Ovals and Oil
While we’ve already covered the basic function of the bearings, it’s important to understand how a bearing’s performance is qualified. First, the dimensions and geometry of a bearing must not only have a sufficient amount of crush (sprung interference between the steel shell and the journal) to keep it in place, it must also establish an ideal shape (eccentricity) around the main or rod pin of the crankshaft. Almost all high performance bearings are engineered to have a high degree of crush. As for the geometry, the bearing’s eccentricity establishes a slight oval around the pin. This oval shape is engineered to be shorter in the areas where the largest forces will be transmitted. If you measure a bearing you’ll notice it’s thickest in the center of it’s C shape while it gets gradually thinner to within about 7mm of the parting line. From that point, the bearing tends to get considerably thinner (0.001-0.002”). The eccentricity form the center of the bearing to the 7mm mark provides a proper oval while the additional thinness near the parting line accommodates offsets in the caps if the rods or main journals were not properly machined. When under tension, the oval will distort to more of a round shape. This oval shape not only avoids metal-to-metal contact under extreme loading, it also induces the hydrodynamic state of oil flow between the moving parts. In this desirable state, pins don’t touch bearings and no wear occurs. Speaking of wear, an entire field of science called Tribology is dedicated to the engineering of interacting surfaces in relative motion. This science applies principles of friction, lubrication and wear in order to design systems that minimize friction, optimize lubrication and reduce wear.

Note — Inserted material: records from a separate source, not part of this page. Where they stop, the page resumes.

/* What holds for draws of every family: uniform margins, rows that depend on seed and row alone,
 * rotation, memory that fails. */
#include "draws.h"

static const struct {
    const char *word;
    size_t d;
    double theta, df;
} models[] = {
    { "independent", 2, 0, 0 }, { "independent", 3, 0, 0 },
    { "gaussian", 2, -0.7, 0 }, { "gaussian", 5, 0.6, 0 }, { "gaussian", 50, 0.3, 0 },
    { "t", 2, 0.5, 4 }, { "t", 3, 0.2, 0.5 }, { "t", 2, -0.9, 5.5 }, { "t", 7, 0.9, 1e6 },
    { "t", 2, 0.3, 0.03 },
    { "clayton", 2, -0.4, 0 }, { "clayton", 2, 2e-9, 0 }, { "clayton", 4, 2, 0 },
    { "clayton", 2, 19998, 0 }, { "clayton", 2, 1e9, 0 }, { "clayton", 2, 1e-15, 0 },
    { "gumbel", 2, 1.000000001, 0 }, { "gumbel", 3, 2.5, 0 }, { "gumbel", 2, 10000, 0 },
    { "gumbel", 2, 1e9, 0 },
    { "frank", 2, -6, 0 }, { "frank", 2, 9e-9, 0 }, { "frank", 4, 5.7, 0 },
    { "frank", 2, 39996, 0 },
    { "frank", 2, 1e9, 0 }, { "frank", 2, 1e-15, 0 },
    { "joe", 2, 1.000000001, 0 }, { "joe", 3, 3, 0 }, { "joe", 2, 20000, 0 },
    { "joe", 2, 1e9, 0 },
    { "amh", 2, -1, 0 }, { "amh", 2, 1e-9, 0 }, { "amh", 2, 0.9, 0 }, { "amh", 2, 1, 0 },
    { "plackett", 2, 1e-200, 0 }, { "plackett", 2, 0.2, 0 }, { "plackett", 2, 1, 0 },
    { "plackett", 2, 50, 0 }, { "plackett", 2, 1e200, 0 },
    { "fgm", 2, -1, 0 }, { "fgm", 2, 0.5, 0 }, { "fgm", 2, 1, 0 },
};
enum { MODELS = sizeof models / sizeof *models };

static copula *model(struct sample_copula *s, size_t k)
{
    const family *f = family_named(models[k].word);
    return f->has_matrix ? elliptical(s, models[k].word, models[k].d, models[k].theta, models[k].df)
                         : one_parameter(s, models[k].word, models[k].d, models[k].theta);
}

static int by_size(const void *a, const void *b)
{
    double x = *(const double *)a, y = *(const double *)b;
    return (x > y) - (x < y);
}

/* Kolmogorov's sqrt(n) D and Anderson & Darling's A^2 of a column, which is sorted */
static void distances(double *u, size_t n, double *d, double *a)
{
    *d = 0, *a = -(double)n;
    qsort(u, n, sizeof *u, by_size);
    for (size_t i = 0; i < n; i++) {
        *d = fmax(*d, fmax((double)(i + 1) / (double)n - u[i], u[i] - (double)i / (double)n));
        *a -= (2 * (double)i + 1) / (double)n * (log(u[i]) + log1p(-u[n - 1 - i]));
    }
    *d *= sqrt((double)n);
}

/* critical values at 5 % and 0.1 % or 1 %, from uniformity_test_critical.csv: Kolmogorov (1933),
 * Anderson & Darling (1954) */
static double critical(const char *test, double alpha)
{
    struct csv *t = csv_read("uniformity_test_critical.csv");
    double value = NAN;
    for (size_t i = 0; i < t->rows; i++)
        if (strstr(csv_text(t, i, "test"), test) && csv_number(t, i, "alpha") == alpha)
            value = csv_number(t, i, "critical_value");
    csv_free(t);
    assert_true(value > 1);
    return value;
}

/* Of many independent tests a share alpha must exceed its critical value, within four standard
 * errors. One column of each draw is tested, so that the tests are independent. */
static void margins_are_uniform(void **state)
{
    (void)state;
    double kolmogorov = critical("Kolmogorov", 0.05), anderson = critical("Anderson", 0.05);
    double rare = critical("Kolmogorov", 0.001);
    size_t tests = 0, above[2] = { 0 }, far = 0, times = effort(20), n = 3000;
    for (size_t k = 0; k < MODELS; k++)
        for (size_t m = 0; m < times; m++, tests++) {
            struct sample_copula s;
            copula *c = model(&s, k);
            double *u = drawn(c, 1000 * k + m, 0, n), d, a;
            distances(u + (m % c->dimension) * n, n, &d, &a);
            above[0] += d > kolmogorov;
            above[1] += a > anderson;
            far += d > rare;
            free(u);
        }
    double expected = 0.05 * (double)tests, error = sqrt(expected * 0.95);
    for (int k = 0; k < 2; k++) assert_within((double)above[k], expected, 4 * error);
    assert_true((double)far < 1 + 4 * sqrt(0.001 * (double)tests) + 0.001 * (double)tests);
}

/* Row i is the same however many rows are asked for and wherever the draw begins. */
static void rows_stand_alone(void **state)
{
    (void)state;
    uint64_t pick = 9;
    for (size_t k = 0; k < MODELS; k++) {
        struct sample_copula s;
        copula *c = model(&s, k);
        size_t rows = 1111, d = c->dimension;
        double *whole = drawn(c, 12345678901234, 0, rows);
        for (size_t m = 0; m < effort(6); m++) {
            size_t first = random_below(&pick, rows), n = 1 + random_below(&pick, rows - first);
            double *part = drawn(c, 12345678901234, first, n);
            for (size_t j = 0; j < d; j++)
                for (size_t i = 0; i < n; i++)
                    assert_same(part[j * n + i], whole[j * rows + first + i]);
            free(part);
        }
        free(whole);
    }
}

/* The stride is kept: nothing is written beside the rows. */
static void only_the_rows_are_written(void **state)
{
    (void)state;
    for (size_t k = 0; k < MODELS; k++) {
        struct sample_copula s;
        copula *c = model(&s, k);
        pool p = { 0 };
        size_t stride = 300, rows = 259, d = c->dimension;
        double *u = malloc(d * stride * sizeof *u), *tight = drawn(c, 1, 0, rows);
        for (size_t i = 0; i < d * stride; i++) u[i] = -7;
        assert_int_equal(draw(c, 1, 0, rows, u, stride, &p), OK);
        for (size_t j = 0; j < d; j++)
            for (size_t i = 0; i < stride; i++)
                assert_same(u[j * stride + i], i < rows ? tight[j * rows + i] : -7.0);
        assert_int_equal(draw(c, 1, 0, 0, u, stride, &p), OK);
        free(u);
        free(tight);
    }
}

static void seeds_differ(void **state)
{
    (void)state;
    for (size_t k = 0; k < MODELS; k++) {
        struct sample_copula s;
        copula *c = model(&s, k);
        double *one = drawn(c, 0, 0, 100), *other = drawn(c, (uint64_t)1 << 53, 0, 100);
        size_t alike = 0;
        for (size_t i = 0; i < 100; i++) alike += one[i] == other[i];
        assert_int_equal(alike, 0);
        free(one);
        free(other);
    }
}

/* 90 is (1-U;V), 180 is 1-U everywhere, 270 is (U;1-V) */
static void rotations_turn_columns(void **state)
{
    (void)state;
    for (size_t k = 0; k < MODELS; k++) {
        struct sample_copula s;
        copula *c = model(&s, k);
        size_t n = 300, d = c->dimension;
        double *plain = drawn(c, 5, 0, n);
        for (int rotation = 90; rotation <= 270; rotation += 90) {
            if (d > 2 && rotation != 180) continue;
            c->rotation = rotation;
            double *turned = drawn(c, 5, 0, n);
            for (size_t j = 0; j < d; j++) {
                bool turns = rotation == 180 || j == (rotation == 270);
                for (size_t i = 0; i < n; i++)
                    assert_same(turned[j * n + i], turns ? 1 - plain[j * n + i] : plain[j * n + i]);
            }
            free(turned);
        }
        free(plain);
    }
}

/* Elliptical rows made from 1 - u are 1 - the rows; all families keep uniform margins. */
static void mirrored_rows_oppose(void **state)
{
    (void)state;
    for (size_t k = 0; k < MODELS; k++) {
        struct sample_copula s;
        copula *c = model(&s, k);
        pool p = { 0 };
        size_t n = 2000, d = c->dimension;
        double *plain = drawn(c, 600 + k, 0, n), *u = malloc(n * d * sizeof *u), distance, a;
        assert_int_equal(draw_mirrored(c, 600 + k, 0, n, u, n, &p), OK);
        if (c->family->has_matrix || !c->family->has_theta)
            for (size_t i = 0; i < n * d; i++) assert_within(u[i], 1 - plain[i], 2e-16);
        distances(u, n, &distance, &a);
        assert_true(distance < critical("Kolmogorov", 0.001));
        free(plain);
        free(u);
    }
}

static void memory_runs_out(void **state)
{
    (void)state;
    for (size_t k = 0; k < MODELS; k++) {
        struct sample_copula s;
        copula *c = model(&s, k);
        double *u = malloc(600 * c->dimension * sizeof *u);
        pool p = { 0 };
        assert_int_equal(draw(c, 1, 0, 600, u, 600, &p), OK);
        size_t takes = p.taken;
        assert_true(takes <= 7);
        for (size_t n = 1; n <= takes; n++) {
            pool failing = { .fail_at = n };
            assert_int_equal(draw(c, 1, 0, 600, u, 600, &failing), NO_MEMORY);
            assert_null(failing.last);
        }
        free(u);
    }
}

int main(void)
{
    const struct CMUnitTest tests[] = {
        cmocka_unit_test(margins_are_uniform),
        cmocka_unit_test(rows_stand_alone),
        cmocka_unit_test(only_the_rows_are_written),
        cmocka_unit_test(seeds_differ),
        cmocka_unit_test(rotations_turn_columns),
        cmocka_unit_test(mirrored_rows_oppose),
        cmocka_unit_test(memory_runs_out),
    };
    return cmocka_run_group_tests(tests, NULL, NULL);
}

New bearing shells will usually protrude out of the housing by about 0.001- 0.002” on each end.
Getting Stressed
Today’s engines are putting out more power per liter than ever before. Put one of these engines in the hands of an informed DSPORT reader and its power output may be doubled, tripled or even six times the original output with the right upgrades. Inside the engine, rods are put under more tension and compressive forces than ever before while crankshafts need to resist the urge to drop out of the bottom of the block.
The extra length in the bearing shell induces a “crush” that exerts a radial pressure on the housing to keep the bearing in place.
Tortoise and the Babbitt
Tortoises are known for a hard exterior shell while rabbits (rhymes with babbitt) are know for soft fur. A high-performance engine bearing needs to be both hard and soft in all the right places. To survive under higher stress while not crushing under load requires a “hard” bearing material. The harder materials can keep dimensional stability better for improved wear resistance and load carrying capacity. These hard materials are found in the backing and intermediate layers. Unfortunately, “hard” bearing materials do not allow for the bearing to conform to its housing or embed the hard particles. Instead, “soft” bearing materials (found in the overlay or “babbitt” layer) can provide the conformability and embedability that “hard” materials cannot. All bearings face this hard versus soft balancing act in order to deliver a lifetime of reliable performance. Bearings must also be engineered to resist the chemicals in the oil (including the fuel that will often contaminate the oil).